In summary, the big shift in the data center is on how the availability was viewed from application point of view. Today’s applications are distributed, designed with failure in mind and can scale to 1000+ nodes on commodity servers. This is also apparent with Netflix and its Chaos Monkey Engineering group. Netflix faced a massive reboot of their application instances on cloud. Their group repeatedly and regularly exercises failure of their distributed application, continually testing and correcting the issues before they can create widespread outages; Netflix has created a service designed with failure in mind to ensure availability at lower costs.
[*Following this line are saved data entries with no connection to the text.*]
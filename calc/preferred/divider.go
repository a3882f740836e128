package preferred

import "math"

// Divider is a pair of resistors that sets an output voltage from a reference.
type Divider struct {
	Upper  float64 // [ohm] from the output to the feedback node
	Lower  float64 // [ohm] from there to ground
	Output float64 // [V] at which the feedback node stands at the reference
	Error  float64 // [1] Output over the voltage asked for, minus one
}

// NewDivider returns the pair of preferred values that sets an output voltage
// with the least error, the lower resistor lying within half a decade on either
// side of a wished value.
//
//	Vout = Vref · (1 + Rupper/Rlower)
//
//	reference [V]   at the feedback node
//	output    [V]   asked for, at least the reference
//	lower     [ohm] wished value of the lower resistor
//
// Of pairs with equal error the one whose lower resistor is nearest to the wish,
// as a ratio, is taken. An output equal to the reference gives an upper resistor
// of zero. ok is false when output < reference, which no divider can set, or
// where a value is not positive.
//
// Source: voltage divider without load; the search is exhaustive.
// Checked by TestDividerIsTheBestOfAllPairs.
func (s Series) NewDivider(reference, output, lower float64) (d Divider, ok bool) {
	if !(usable(reference) && usable(output) && usable(lower)) || output < reference*(1-equalWithin) {
		return Divider{}, false
	}
	halfDecade := math.Sqrt(10)
	ratio := output/reference - 1
	if ratio <= equalWithin {
		return Divider{Lower: s.Nearest(lower), Output: reference, Error: reference/output - 1}, true
	}
	bestError, bestReach := math.Inf(1), math.Inf(1)
	for _, low := range s.Between(lower/halfDecade, lower*halfDecade, int(s)+1) {
		for _, up := range [2]float64{s.AtMost(ratio * low), s.AtLeast(ratio * low)} {
			v := reference * (1 + up/low)
			e := v/output - 1
			reach := math.Abs(math.Log(low / lower))
			// A difference below rounding is no reason to prefer a pair.
			if better := math.Abs(e) < bestError-equalWithin; better || math.Abs(e) <= bestError+equalWithin && reach < bestReach {
				bestError, bestReach = math.Abs(e), reach
				d = Divider{Upper: up, Lower: low, Output: v, Error: e}
			}
		}
	}
	return d, true
}
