/* Set anew each time: the program around the library may use Gmsh as well. */
static utw_status set_options(utw_error *err)
{
    static const struct {
        const char *name;
        double value;
    } option[] = {
        {"General.Terminal", 0},
        {"General.AbortOnError", 0},
        {"General.Verbosity", 0},
        {"Mesh.Algorithm", 5}, /* Delaunay: the frontal one leaves fans of needles where sizes grow
                                  fast */
        {"Mesh.MeshSizeExtendFromBoundary", 0},
        {"Mesh.MeshSizeFromPoints", 0},
        {"Mesh.MaxNumThreads2D", 1},
        {"Mesh.MeshOnlyEmpty", 1}, /* the lines are meshed already */
        {"Mesh.Smoothing", 0},
        {"Mesh.Renumber", 0}, /* boundary nodes are found again by their tags */
        {"Mesh.RandomSeed", 1},
    };
    for (size_t i = 0; i < sizeof option / sizeof *option; i++) {
        int ierr = 0;
        gmshOptionSetNumber(option[i].name, option[i].value, &ierr);
        if (ierr) return gmsh_failed(err, "take its options");
    }
    return UTW_OK;
}

utw_status utw_mesh_triangulate(const utw_net *net, const utw_division *division, double growth,
                                utw_mesh **mesh, utw_error *err)
{
    utw_status st = UTW_E_INTERNAL;
    int ierr = 0, added = 0;
    boundary b = {.net = net, .division = division, .growth = growth};
    UTW_TRY(boundary_fill(&b, err));
    UTW_TRY(start_gmsh(err));
    UTW_TRY(set_options(err));
    gmshModelAdd("section", &ierr);
    added = !ierr;
    UTW_TRY(generate(&b, err));
    UTW_TRY(read_mesh(&b, mesh, err));
    st = UTW_OK;
done:
    if (added) {
        gmshModelMeshRemoveSizeCallback(&ierr);
        gmshModelRemove(&ierr);
    }
    boundary_clear(&b);
    return st;
}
Agility: A simple way to measure agility of an organization is to assess how fast it can respond to the changing business circumstances. For the Data Center, it means how fast a new application deployment request can be fulfilled either by buying, building or repurposing the existing IT infrastructure. For example, by adopting agile IT infrastructure PayPal was able to execute product cycles 7 times faster than a year ago whereas earlier it took them 100 tickets and 3 weeks to provision new servers.
Traditionally, IT managers are tasked with planning capacity requirements ahead of time to avoid unplanned downtimes, procurement delays etc. Planning is done to avoid these overheads so that IT staff can concentrate on developing new applications that bring new business to the organization. Capacity planning usually has following steps:
- Determine the SLAs required for the business
- Analyze how the current infrastructure are meeting those SLAs
- Forward projecting the future capacity requirements through modeling
There is always a risk of underestimating future requirements, hence the modeling includes headroom capacity for unplanned capacity requirements. In reality, most of the time, the allocated capacity is higher than the actually required (Figure 1) resulting in waste of capacity and money spent on unused IT. In nutshell, such capacity planning usually end up spending more dollars than required and in the event of business changes it would take humongous task for IT to repurpose the existing infrastructure and can also lead into undersupply sometimes.
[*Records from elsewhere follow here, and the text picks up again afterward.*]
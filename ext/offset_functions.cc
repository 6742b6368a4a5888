// log_offset_choice: the offset that a column asks for before its logarithm is taken.
#include "core/profile/offset_choice.h"
#include "ext/aggregate.h"
#include "ext/column_state.h"
#include "ext/function_tables.h"

namespace ladderline {
namespace {

struct OffsetState : ColumnState {
  void Answer(const Call& call) {
    const Result<double> offset = ChooseLogOffset(InOrder());
    if (offset.ok()) {
      call.Return(offset.value());
    } else {
      call.ReturnNull();
    }
  }
};

constexpr AggregateMethods kChoice = AggregateOf<OffsetState>();

constexpr FunctionRow kRows[] = {
    {.name = "log_offset_choice",
     .kind = FunctionRow::Kind::kAggregate,
     .least_arguments = 1,
     .most_arguments = 1,
     .arguments = "x",
     .purpose = "The offset that leaves ln(x + offset) with zero skewness, for a column skewed to "
                "the right, with or without zeros and negative values. NULL where no offset does: "
                "fewer than three distinct values, no skewness to the right, or half of the rows "
                "or more at the least value.",
     .source = "van Zwet 1964: the skewness rises with the offset",
     .example = "SELECT log_offset_choice(column1) FROM (VALUES (0), (0), (180), (210), (390), "
                "(2400))",
     .aggregate = &kChoice},
};

}  // namespace

std::span<const FunctionRow> OffsetFunctions() { return kRows; }

}  // namespace ladderline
Agility in the Modern Data Center
The advent of distributed/decentralized systems and their ability to scale in small increments to 1000 of nodes using commodity hardware on-demand has made the capacity planning a thing of past. Distributed systems provide the ability to start small and then grow at the pace of organizational growth at higher scale leading to “pay as you grow” services. This is the basis on which Software as a Service (SaaS) cloud computing is being offered. The distributed architecture enables them to grow quickly, shrink and repurpose for something else in just few clicks.
Today, many distributed applications (e.g. Hadoop, Spark, Mongo DB and Cassandra etc.) are churning big data to produce actionable business value to the organizations. The need of the hour is that data center should be able scale to these application demands seamlessly. Apache Mesos is one such framework, which fixes the static partitioning problem in distributed applications via API for dynamic sharing of resources.
In summary, going forward distributed applications and commodity hardware will dominate the data centers providing the much-needed agility to organization to quickly respond to changing business requirements; all in just few clicks.